Human brain grown in lab

The lab-grown brain consists of both human nerve cells that can communicate with each other and the glial cells that feed them. "The most important brain regions are all there," announced Rene Anand, a researcher at Ohio State University, at a conference in Florida, as if this were nothing out of the ordinary.

Also extraordinary is the fact that the researchers used human skin cells to grow the brain in its jar. Through a process known as "reprogramming," the cells rejuvenate themselves as more versatile stem cells, or induced Pluripotent Stem Cell (iPS cells) that can then be manipulated to further transform into other cell types. Stem cell research labs all over the world have been using this technique since 2007.

Today in many labs it's standard practice to grow nerve cells from these reprogrammed cells. The cells generally grow in thin stalks that look like grass, covered by a broth of nutrients.

Brains and bioreactors

Viennese researchers first succeeded in programming stem cells to knit together to form a brain-like tissue in 2013.

The team, headed by Jürgen Knoblich, a native of Bavaria and the head of the research team at the Institute for Molecular Biotechnology in Vienna, and Madeline Lancaster of Cambridge University, fed the reprogrammed cells nerve growth nutrients and developed a specialized glass container with an automatic stirrer called a bioreactor.

"This way we can just let the cells sit, and if conditions are right, they organize themselves," Knoblich said.

Dozens of labs adopted Knoblich and Lancaster's methods after they introduced their new technique in "Nature" magazine.
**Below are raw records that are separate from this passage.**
"""The right-hand sides of the pick's linear requirements (:class:`Limits`): the CMRR
mismatch budget, the gain window, the open-loop term, the yield quantiles, the noise budget and
the input-impedance floor of a spec, each on its optimistic side so that the model built on them
(``optimizer.solve.model``) stays a relaxation of the exact check. The equations are in the
model's docstring; this module needs no solver, so the exact enumerations read it without
loading CP-SAT.
"""

from __future__ import annotations

import math
from dataclasses import dataclass

from ..spec import CmrrBasis, Distribution, Spec
from .environment import LinearEnvironment
from .options import noise_bandwidth, noise_floor, yield_quantile, z_score

__all__ = ["COUPLING_BUDGET", "LOOSE_BUDGET", "SLACK", "Limits", "limits_for"]

# Relative widening of every bound: a margin for rounding (the bounds are optimistic already).
SLACK = 2e-4


@dataclass(frozen=True)
class Limits:
    """Right-hand sides of the linear requirements (natural-log units unless stated)."""

    cmrr_budget: float  # B for |δ|; negative: unreachable whatever the resistors
    gain_upper: float  # ln(1 + acc)
    gain_lower: float  # ln(1 − acc)
    open_loop_term: float  # ln(1 + (1+G)/A) ≥ 0
    z: float  # one-sided yield quantile (0 for worst-case basis)
    z_two_sided: float  # Φ⁻¹((1+Y)/2) for normal parts (0 when not used)
    noise_budget: float | None  # V²/Hz left for the resistors, None if no requirement
    min_impedance_ohm: float


#: A mismatch budget this large (natural-log units) no design can exceed: |δ| is at most
#: 2·ln(largest/smallest resistance) plus the source and REF terms, far below it.
LOOSE_BUDGET = 100.0
#: Above this budget (log units) the half coupling cannot tighten anything and is skipped.
COUPLING_BUDGET = 0.5


def _cmrr_budget(spec: Spec) -> float:
    req = spec.requirements
    floor = 10.0 ** (-req.cmrr_floor_db / 20.0)
    amp = 1.0 / spec.amplifier.cmrr_ratio
    x = floor - amp
    if x <= 0.0:
        return -1.0
    if x >= 1.0:
        return LOOSE_BUDGET  # a floor below 0 dB: any bridge meets it
    g_hi = req.gain * (1.0 + req.gain_accuracy) * math.exp(min((1.0 + req.gain) * x, 50.0))
    budget = 2.0 * math.atanh(min(x / 2.0, 0.999999)) * (1.0 + g_hi) * (1.0 + SLACK) + 1e-9
    return min(budget, LOOSE_BUDGET)


def limits_for(spec: Spec, env: LinearEnvironment) -> Limits:
    """The :class:`Limits` of ``spec`` (each on its optimistic side)."""
    req = spec.requirements
    g = req.gain
    a_ol = spec.amplifier.open_loop_gain
    open_loop = (
        0.0
        if math.isinf(a_ol)
        else math.log1p((1.0 + g * (1.0 - req.gain_accuracy)) / a_ol) * (1.0 - SLACK)
    )
    z = 0.0
    z_two = 0.0
    if req.cmrr_basis is CmrrBasis.YIELD and spec.preferences.distribution is Distribution.NORMAL:
        z_two = z_score((1.0 + req.yield_target) / 2.0) * (1.0 - 4 * SLACK)
    if req.cmrr_basis is CmrrBasis.YIELD:
        z = yield_quantile(req.yield_target, spec.preferences.distribution) * (1.0 - 4 * SLACK)
    noise_budget = None
    if req.max_output_noise_v_rms is not None:
        band = noise_bandwidth(spec)
        if band > 0.0:
            noise_budget = (req.max_output_noise_v_rms**2 / band) * (1.0 + 4 * SLACK) - noise_floor(
                spec, env
            )
    return Limits(
        cmrr_budget=_cmrr_budget(spec),
        gain_upper=math.log1p(req.gain_accuracy) * (1.0 + SLACK) + 1e-9,
        gain_lower=math.log1p(-req.gain_accuracy) * (1.0 + SLACK) - 1e-9,
        open_loop_term=open_loop,
        z=z,
        z_two_sided=z_two,
        noise_budget=noise_budget,
        min_impedance_ohm=req.min_input_impedance_ohm,
    )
Knoblich estimates that there are probably a hundred tiny brains growing in labs all over the world today.

Only as big as a pea

In order for a lump of tissues in a milky-white broth to distinguish itself as a brain, there must be several different cell varieties present, most importantly nerve cells, which must be able to exchange signals with each other. When the conditions are met, the resulting brain that grows is roughly equivalent to that of a human embryo.

However, this brain cannot grow much larger than a pea because, unlike embryos, brains in a jar don't have a constant supply of blood, and therefore have no source of nutrients.

In addition, these clumps of cells don't have the abilities of a real human brain: Particularly, these brains lack awareness. There is no information coming from the outside into the tissue, and there is no information processing inside the tissue.

Knoblich does not call them mini-brains, but "brain-like organoids."

For research - and pharmaceuticals

These brain organoids can't think. But they can provide a valuable service to both the pharmaceutical industry and to researchers.

In the future, doctors and researchers will be able to remove nerve cells from these organoids to treat neurological disorders.

The cells might also be better for transplant surgeries than cells grown in cell cultures. Unlike cell cultures, cells from organoids have already been shown to function in three-dimensional tissue.

The organoids could also be a testing ground for new drugs, since they simulate the human brain better than lab animals or cells in a culture can, and the effects and side effects of a drug can easily be discerned.

Due to potentially huge marketing opportunities, head researcher Rene Anand withheld publishing his results.

Instead, he created his own company to market his little brains.